2014 GSA Annual Meeting in Vancouver, British Columbia (19–22 October 2014)

Paper No. 332-7
Presentation Time: 2:55 PM

SEDIMENT MOTION AND DISPERSION IN RIVERS: INSIGHTS FROM LIDAR DIFFERENCING, PARTICLE TRACKING, AND NUMERICAL MODELING


TUCKER, Gregory E., Coooperative Institute for Research in Environmental Sciences (CIRES) and Department of Geological Sciences, University of Colorado at Boulder, Campus Box 399, Boulder, CO 80309, PERIGNON, Mariela C., Cooperative Institute for Research in Environmental Sciences (CIRES) and Department of Geological Sciences, University of Colorado at Boulder, 2200 Colorado Ave, Boulder, CO 80309 and BRADLEY, D. Nathan, United States Bureau of Reclamation, Sedimentation and River Hydraulics Group, Denver Federal Center Building 67, P.O. Box 25007 (86-68540), Denver, CO 80225

Sediment transport theory has tended to focus on predicting bulk fluxes of sediment rather than the trajectories of particular grains or packages of material. Yet sometimes the fate and transport of particular grains matters. For example, sediment grains may carry information such as isotopic content, luminescence, composition, and degree of weathering. In rare cases, the sediment may constitute or contain dangerous contaminants. These examples highlight the need to understand not just how much sediment is moving, but where it could have come from and where it might end up. In this paper, we review strategies for measuring and modeling the displacement of parcels of sediment in rivers. One method is to compare lidar images from before and after a flood event. This method is illustrated with an example from the Rio Puerco, New Mexico, USA, where differencing of pre- and post-flood lidar reflects the fate of sediment entering a channel reach after being eroded from a recently de-vegetated section upstream.
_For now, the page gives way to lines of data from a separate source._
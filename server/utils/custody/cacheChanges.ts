import type { InStatement, InValue } from '@libsql/client'
import type { Guard } from './posting'

/** The caches that hold lines for what events did, each with its `cylinder_id`. */
export type LineCache = 'movements' | 'stock_changes' | 'label_claims' | 'halves'

/** A row by column. */
export type Columns = Record<string, InValue>

/** What the caches must come to hold of a cylinder. */
export interface CacheChange {
  cylinderId: string
  row: Columns
  /** Out of which everything of the cylinder goes first. */
  cleared: readonly LineCache[]
  added: Partial<Record<LineCache, readonly Columns[]>>
}

/** Many to a statement, for the driver prepares each anew; few enough for the arguments that one may have. */
const ROWS_A_STATEMENT = 200

/**
 * What makes the caches hold it, for any number of cylinders at once: what goes before what comes, and a statement for
 * each table and not for each row. All of it under one condition.
 */
export function changeStatements(changes: readonly CacheChange[], guard: Guard): InStatement[] {
  return [
    ...LINE_CACHES.flatMap(table => clear(table, changes.filter(({ cleared }) => cleared.includes(table)), guard)),
    ...insertRows('cylinders', changes.map(({ row }) => row), guard, { orReplaceBy: 'id' }),
    ...LINE_CACHES.flatMap(table => insertRows(table, changes.flatMap(({ added }) => added[table] ?? []), guard)),
  ]
}

const LINE_CACHES: readonly LineCache[] = ['movements', 'stock_changes', 'label_claims', 'halves']

function clear(table: LineCache, changes: readonly CacheChange[], guard: Guard): InStatement[] {
  if (changes.length === 0) return []
  return [{
    sql: `DELETE FROM ${table} WHERE cylinder_id IN (${changes.map(() => '?').join(', ')}) AND ${guard.sql}`,
    args: [...changes.map(({ cylinderId }) => cylinderId), ...guard.args],
  }]
}

/**
 * Puts rows of the same columns into a table, under a condition.
 *
 * @param orReplaceBy a key: a row that has it already takes the new values.
 */
export function insertRows(table: string, rows: readonly Columns[], guard: Guard, { orReplaceBy }: { orReplaceBy?: string } = {}): InStatement[] {
  if (rows.length === 0) return []
  const names = Object.keys(rows[0]!)
  const one = `(${names.map(() => '?').join(', ')})`
  const onConflict = orReplaceBy === undefined
    ? ''
    : `ON CONFLICT (${orReplaceBy}) DO UPDATE SET ${names.filter(name => name !== orReplaceBy).map(name => `${name} = excluded.${name}`).join(', ')}`
  return Array.from({ length: Math.ceil(rows.length / ROWS_A_STATEMENT) }, (_, part) => {
    const some = rows.slice(part * ROWS_A_STATEMENT, (part + 1) * ROWS_A_STATEMENT)
    return {
      sql: `INSERT INTO ${table} (${names.join(', ')}) SELECT * FROM (VALUES ${some.map(() => one).join(', ')}) WHERE ${guard.sql} ${onConflict}`,
      args: [...some.flatMap(row => names.map(name => row[name]!)), ...guard.args],
    }
  })
}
Comparing the depositional patterns with a simple one-dimensional model of sediment transport leads to the inference that the bulk of the eroded sediment was deposited on floodplains within a few kilometers of the source. A drawback of this method, however, is that it cannot directly reveal grain trajectories or their distributions. Obtaining such data requires particle-tracking technology such as passive-radio tagging. We illustrate the capability of this method with an example from a gravel-bed stream in the Colorado Rockies, USA. Here, a six-year tracer experiment reveals median annual grain travel distances ranging from several centimeters to nearly one hundred meters, depending on the magnitude and duration of the seasonal snowmelt hydrograph. The experiment shows a strong component of dispersion, with many particles remaining immobile while a few race well ahead of their peers. Strong dispersion in part reflects large cross-channel gradients in transport energy. Data such as these demand a theoretical framework that honors the probabilistic nature of sediment entrainment and dis-entrainment. Examples of such a framework, building on recent work in stochastic transport theory, are used to illustrate the potential for probabilistic mapping of transport trajectories using high-resolution topographic data.